Rock Wedding (Rock Kiss #4)

Home > Paranormal > Rock Wedding (Rock Kiss #4) > Page 11
Rock Wedding (Rock Kiss #4) Page 11

by Nalini Singh


  Sarah made the call then and there.

  “Hey, you!” Lola said into the receiver in her big, ebullient voice.

  “Hey back,” Sarah replied with a smile. She and Lola had met at an event designed to introduce small LA businesspeople to one another; Sarah had heard Lola laugh and turned with a smile to see who was making such a joyous sound. They’d hit it off right away regardless of the twelve-year age gap between them—and despite Jeremy’s attempts to disparage Lola as “loud and cheap,” Sarah had never stopped nurturing their friendship.

  Never again would she focus only on a man. She’d made that mistake with Abe. Oh, he’d never once tried to get between her and any friends she wanted to make. No, it had been Sarah. She’d thought if she concentrated all her energy on Abe, if she gave him her everything, he’d love her.

  As far as awful ideas went, it had been one of her worst.

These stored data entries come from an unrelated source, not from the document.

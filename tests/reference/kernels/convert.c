/*
 * Conversions: int16 to binary32, binary64 to binary32, and a binary32 dot
 * accumulated in binary64. No float-to-int cast: C's truncating cast compiles
 * to vfcvt.rtz.x.f.v, which Debian's QEMU 7.2 aborts on ("decode_save_opc:
 * Assertion `ctx->insn_start != NULL' failed"), so it has no reference run here.
 */
#include "runtime.h"
#define N 355
short s[N];
float f[N], g[N], n32[N];
double d[N];
double acc[1];

__attribute__((noinline)) void i2f(int n, const short *a, float *o) { for (int i = 0; i < n; i++) o[i] = (float)a[i] * 0.5f; }
__attribute__((noinline)) void d2f(int n, const double *a, float *o) { for (int i = 0; i < n; i++) o[i] = (float)a[i]; }
__attribute__((noinline)) double wdot(int n, const float *a, const float *b) {
  double sum = 0;
  for (int i = 0; i < n; i++) sum += (double)a[i] * (double)b[i];
  return sum;
}

void _start(void) {
  for (int i = 0; i < N; i++) {
    s[i] = (short)rt_next();
    g[i] = (float)rt_real(100) + 0.3f;
    d[i] = rt_real(1000) / 3.0;
  }
  i2f(N, s, f);
  d2f(N, d, n32);
  acc[0] = wdot(N, f, g);
  rt_write(f, sizeof f);
  rt_write(n32, sizeof n32);
  rt_write(acc, sizeof acc);
  rt_exit(0);
}
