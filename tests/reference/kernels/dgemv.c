/* BLAS-2 dgemv: y = A x + y for a row-major M x K matrix, and its transpose y2 = A^T x2 (a column walk). */
#include "runtime.h"
#define M 37
#define K 53
double A[M * K], x[K], y[M], x2[M], y2[K];

__attribute__((noinline)) void dgemv(int m, int k, const double *a, const double *xs, double *ys) {
  for (int i = 0; i < m; i++) {
    double s = ys[i];
    for (int j = 0; j < k; j++) s += a[i * k + j] * xs[j];
    ys[i] = s;
  }
}

__attribute__((noinline)) void dgemvt(int m, int k, const double *a, const double *xs, double *ys) {
  for (int i = 0; i < m; i++)
    for (int j = 0; j < k; j++) ys[j] += a[i * k + j] * xs[i];
}

void _start(void) {
  for (int i = 0; i < M * K; i++) A[i] = rt_real(4);
  for (int j = 0; j < K; j++) x[j] = rt_real(2);
  for (int i = 0; i < M; i++) {
    y[i] = rt_real(1);
    x2[i] = rt_real(2);
  }
  dgemv(M, K, A, x, y);
  dgemvt(M, K, A, x2, y2);
  rt_write(y, sizeof y);
  rt_write(y2, sizeof y2);
  rt_exit(0);
}
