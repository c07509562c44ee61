/* BLAS-1 daxpy: y = a x + y in binary64 (FMA contraction as the compiler chooses). */
#include "runtime.h"
#define N 203
double x[N], y[N];

__attribute__((noinline)) void daxpy(long n, double a, const double *xs, double *ys) {
  for (long i = 0; i < n; i++) ys[i] += a * xs[i];
}

void _start(void) {
  for (int i = 0; i < N; i++) {
    x[i] = rt_real(100);
    y[i] = rt_real(50);
  }
  daxpy(N, 1.25, x, y);
  daxpy(N - 7, -0.5, y + 3, x);
  rt_write(y, sizeof y);
  rt_write(x, sizeof x);
  rt_exit(0);
}
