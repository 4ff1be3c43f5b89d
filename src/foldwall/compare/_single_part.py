"""Statistics for one scored test part: a fixed model scored once on sealed rows.

When a sealed hold-out is opened, one model (the whole procedure fitted on all
development rows) is scored once on rows it never saw. There are no folds to average
and no fold-to-fold spread, so the uncertainty comes from the hold-out rows alone:

- :func:`accuracy_interval`: Wilson (1927) or Clopper-Pearson (1934) interval for the
  share of correct predictions;
- :func:`auc_interval`: DeLong et al. (1988) interval for one ROC AUC;
- :func:`row_bootstrap_interval`: a seeded percentile bootstrap over rows, for any
  other metric;
- :func:`fixed_model_permutation_test`: are the fixed model's predictions related to
  the labels at all? The labels are permuted over the hold-out rows (whole groups when
  a group shares one label) while the predictions stay as they are;
  ``p = (b + 1) / (m + 1)`` (Phipson & Smyth 2010).

All functions take plain arrays and callables; nothing is fitted here. The chance level
of a metric is in :func:`foldwall._metrics.chance_level` (one table of metric facts).
"""

from __future__ import annotations

import math
import warnings
from collections.abc import Callable
from dataclasses import dataclass
from numbers import Integral
from typing import TYPE_CHECKING, Any

import numpy as np
from scipy import stats

from foldwall.compare._stats import delong_aucs, proportion_interval
from foldwall.exceptions import SpecError

if TYPE_CHECKING:
    from numpy.typing import ArrayLike, NDArray

    RandomState = int | np.random.Generator | np.random.SeedSequence | None
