def wrap(
    pipeline: Any,
    space: Mapping[str, Any] | None = None,
    *,
    metric: str | list[str] = "accuracy",
    outer: Any = 5,
    inner: Any = 5,
    repeats: int = 1,
    trials: int | None = None,
    sampler: str = "tpe",
    random_state: int = 0,
    n_jobs: int | None = None,
    baselines: Mapping[str, Any] | None = None,
    n_permutations: int = 0,
    permutation_scheme: str = "within-outer",
    stop_early: bool = False,
    stop_after_exceedances: int = 10,
    alpha: float = 0.05,
    correction: str = "holm",
    between_candidates: bool = False,
    smallest_difference: float | None = None,
    candidates: Mapping[str, Any] | None = None,
    allow_failed_trials: bool = False,
    share_fits: bool = True,
    clinical: bool = False,
    positive_class: Any = None,
    raters: Mapping[str, Any] | None = None,
    name: str | None = None,
    forward: bool = False,
    acquisition_as_features: bool = False,
    audits: Mapping[str, Any] | None = None,
    holdout: Mapping[str, Any] | None = None,
    ledger: str | os.PathLike[str] | bool | None = None,
) -> Study:
    """Wrap an existing scikit-learn pipeline into a sealed nested study.

    Parameters
    ----------
    pipeline : estimator or Pipeline
        Cloned for every fit; a pipeline passed in already fitted is reported
        (its fitted state may have seen test rows) and never used as it is.
    space : dict, default=None
        ``"step__param"`` -> list of values (a grid) or an optuna distribution.
        With any distribution present, ``trials`` sets the budget.
    metric : str or list of str, default="accuracy"
        scikit-learn scorer names; the first picks the winner.
    outer, inner : int or splitter, default=5
        Number of folds (stratified for classifiers, group-aware when groups are
        given) or any scikit-learn splitter object.
    repeats : int, default=1
        Repetitions of the outer loop with new recorded split seeds.
    trials : int, default=None
        Budget per search when the space holds distributions.
    sampler : {"tpe", "random"}, default="tpe"
        The optuna sampler used when ``trials`` is set.
    random_state : int, default=0
        Every split, search, model and permutation seed derives from it.
    n_jobs : int, default=None
        Workers of the flat pool (None or 1: this process; -1: all cores), the
        same default as ``foldwall run --jobs``; results never depend on it.
    name : str, default=None
        Name of the wrapped candidate in the results and the report (default
        ``"pipeline"`` for a Pipeline, ``"model"`` for a single estimator).
    baselines : dict, default=None
        ``name -> (estimator, space)``: searched with the same budget, compared,
        never chosen.
    n_permutations : int, default=0
        Random-label control: re-run the whole procedure this many times on
        permuted labels.
    permutation_scheme : {"within-outer", "global", "within-groups", \
"whole-groups"}, default="within-outer"
        How labels are permuted (docs/control.md). With groups whose outcome
        varies within the group: ``"within-groups"`` (labels shuffled among the
        rows of each group) or ``"whole-groups"`` (groups of equal size swap their
        whole label sequence).
    smallest_difference : float, default=None
        Smallest difference in the primary metric that would matter; adds an
        equivalence test (two one-sided tests, Schuirmann 1987) to every
        comparison and says whether a difference is smaller than this size.
    candidates : dict, default=None
        More model families competing with ``pipeline``: ``name -> (estimator, space)``.
    positive_class : label, default=None
        The class that f1, precision, recall, jaccard, average_precision and the
        Brier score count as positive (two classes). Needed when the labels are
        not 0/1; ROC AUC does not depend on it.
    raters : dict, default=None
        Labels from several raters, with the keys of the study file's ``raters``
        section (``scale``, ``classes``, ``consensus``, ``clear_share``,
        ``clear_spread``, ``reference_metric``, ``smallest_difference``,
        ``warn_below``; ``columns`` picks columns of the ratings). Then call
        ``run(X, ratings=...)`` without ``y``. See docs/raters.md.
    forward : bool, default=False
        Split the outer and inner loops forward in time (every training row
        strictly earlier than every test row); needs ``run(..., time=...)``.
    acquisition_as_features : bool, default=False
        Also give the acquisition columns (``run(..., acquisition=...)``) to
        the models as features.
    audits : dict, default=None
        The ``audits`` section of a study file: ``leave_one_out`` (an
        acquisition column), ``merge_duplicates``, ``permutations``
        (docs/audits.md).
    holdout : dict, default=None
        Seal rows before anything else: ``{"fraction": 0.2}`` (stratified,
        whole groups, seeded from ``random_state``) or ``{"column": NAME}`` (a
        true/false column of a DataFrame X, never a feature). ``run(...,
        holdout=mask)`` seals the rows of a mask instead. See docs/holdout.md.
    ledger : str, path or bool, default=None
        The ledger file that records every study run on this table (arrays from
        Python have no table file, so there is none unless a path is given;
        ``False`` keeps none).

    Returns
    -------
    Study

    Examples
    --------
    >>> from sklearn.datasets import load_breast_cancer
    >>> from sklearn.linear_model import LogisticRegression
    >>> from sklearn.pipeline import make_pipeline
    >>> from sklearn.preprocessing import StandardScaler
    >>> import foldwall
    >>> X, y = load_breast_cancer(return_X_y=True)
    >>> study = foldwall.wrap(make_pipeline(StandardScaler(), LogisticRegression()),
    ...                       space={"logisticregression__C": [0.1, 1.0]},
    ...                       metric="roc_auc", outer=3, inner=3)
    >>> result = study.run(X, y)
    >>> round(result.score, 2) > 0.9
    True
    """
    metrics = check_metrics(metric)
    # the method is the sampler once there is a budget; a bad sampler name is reported as such
    method = (
        sampler if trials is not None or sampler not in ("tpe", "random") else "grid"
    )
    raw: dict[str, Any] = {
        "search": {
            "method": method,
            "trials": trials,
            "allow_failed_trials": allow_failed_trials,
        },
        "control": {
            "permutations": n_permutations,
            "scheme": permutation_scheme,
            "stop_early": stop_early,
            "stop_after_exceedances": stop_after_exceedances,
            "alpha": alpha,
        },
        "compare": {
            "correction": correction,
            "alpha": alpha,
            "between_candidates": between_candidates,
            "smallest_difference": smallest_difference,
        },
    }
    if raters is not None:
        raw["raters"] = _raters_raw(raters)
    if holdout is not None:
        raw["holdout"] = dict(holdout) if isinstance(holdout, Mapping) else holdout
    if ledger is not None:
        raw["ledger"] = os.fspath(ledger) if isinstance(ledger, os.PathLike) else ledger
    loops: dict[str, Any] = {}
    for loop_name, loop in (("outer", outer), ("inner", inner)):
        if _is_splitter(loop):
            loops[loop_name] = loop
        else:
            raw[loop_name] = (
                {"folds": loop, "forward": forward}
                if loop_name == "inner"
                else {"folds": loop, "repeats": repeats, "forward": forward}
            )
    if audits is not None:
        if not isinstance(audits, Mapping):
            raise SpecError(
                f"argument 'audits' must be a dict such as {{'leave_one_out': 'site'}}, got {type(audits).__name__}"
            )
        raw["audits"] = dict(audits)
    if not isinstance(acquisition_as_features, bool):
        raise SpecError(
            f"argument 'acquisition_as_features' must be True or False, got {acquisition_as_features!r}"
        )
    if _is_splitter(outer) and repeats != 1:
        raise SpecError(
            "argument 'repeats': repeats > 1 needs outer given as a number of folds; a splitter "
            "object brings its own repeats"
        )
    settings = settings_from_arguments(raw)
    if settings.holdout is not None and settings.holdout.table is not None:
        raise SpecError(
            "argument 'holdout': a second table is for study files (holdout.table); in "
            "Python, stack the rows and pass run(..., holdout=mask)"
        )
    if name is None:
        name = "model" if not hasattr(pipeline, "steps") else "pipeline"
    elif not isinstance(name, str) or not name.strip():
        raise SpecError(f"argument 'name': give a non-empty text, got {name!r}")
    cands = [candidate_from_estimator(name, pipeline, space)]
    if cands[0].was_fitted:
        warnings.warn(
            "the pipeline passed to wrap() is already fitted; its fitted state may have seen test rows, so it "
            "is discarded and the pipeline is cloned for every fit (reported in result.audit)",
            FoldwallWarning,
            stacklevel=2,
        )
    for cname, pair in (candidates or {}).items():
        est, sp = _pair(pair, f"candidates['{cname}']")
        cands.append(candidate_from_estimator(cname, est, sp))
    for bname, pair in (baselines or {}).items():
        est, sp = _pair(pair, f"baselines['{bname}']")
        cands.append(candidate_from_estimator(bname, est, sp, role="baseline"))
    names = [c.name for c in cands]
    dup = sorted({n for n in names if names.count(n) > 1})
    if dup:
        raise SpecError(
            f"names must be unique across the pipeline, candidates and baselines; repeated: {', '.join(dup)}"
        )
    for c in cands:
        check_searchable(c.space, method=settings.search.method, name=c.name)
        where = (
            "pipeline"
            if c is cands[0]
            else f"{'baselines' if c.role == 'baseline' else 'candidates'}['{c.name}']"
        )
        # the same file rules as for study files (no cache folders, no reading the
        # files named in the data); any callable is fine from Python code
        check_pipeline(c.steps, c.space, where=where, policy=PYTHON_CODE)
    return Study(
        candidates=cands,
        metrics=metrics,
        outer=loops.get("outer", settings.outer),
        inner=loops.get("inner", settings.inner),
        search=settings.search,
        control=settings.control,
        compare=settings.compare,
        random_state=int(random_state),
        n_jobs=n_jobs,
        share_fits=share_fits,
        clinical=clinical,
        positive_class=positive_class,
        raters=settings.raters,
        audits=settings.audits,
        acquisition_as_features=acquisition_as_features,
        holdout=settings.holdout,
        ledger=settings.ledger,
    )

  Dropping her purse on the vanity after kicking off her shoes, she settled on the bed for a long talk with her best friend. Flossie padded in to curl up in the sunshine by the window, happy to nap while Sarah chatted with Lola. But though Sarah and Lola normally had no secrets from one another, Sarah couldn’t tell her friend about Abe. Not yet. Not when she could still feel his touch on her skin, still hear the deep, rough murmur of his voice in her ear as he rocked into her body, his own body a wall of heat against her.

  She felt too raw inside to expose her emotions to the light.

  It was forty minutes later, Flossie still snoozing, that she and Lola finally hung up, having made plans to catch up once Lola was back home.

  Sarah stood, was raising a hand to lower the zipper on her sleeveless and beautifully tailored red dress, when the gate buzzer went off, making Flossie bounce up from her position in the sunshine and bolt downstairs. Sarah walked out of her bedroom in a less frantic fashion and headed down the hall to look through the tall, narrow window at the top of the staircase. She could see the gate from this spot, and what she saw today was a familiar black SUV.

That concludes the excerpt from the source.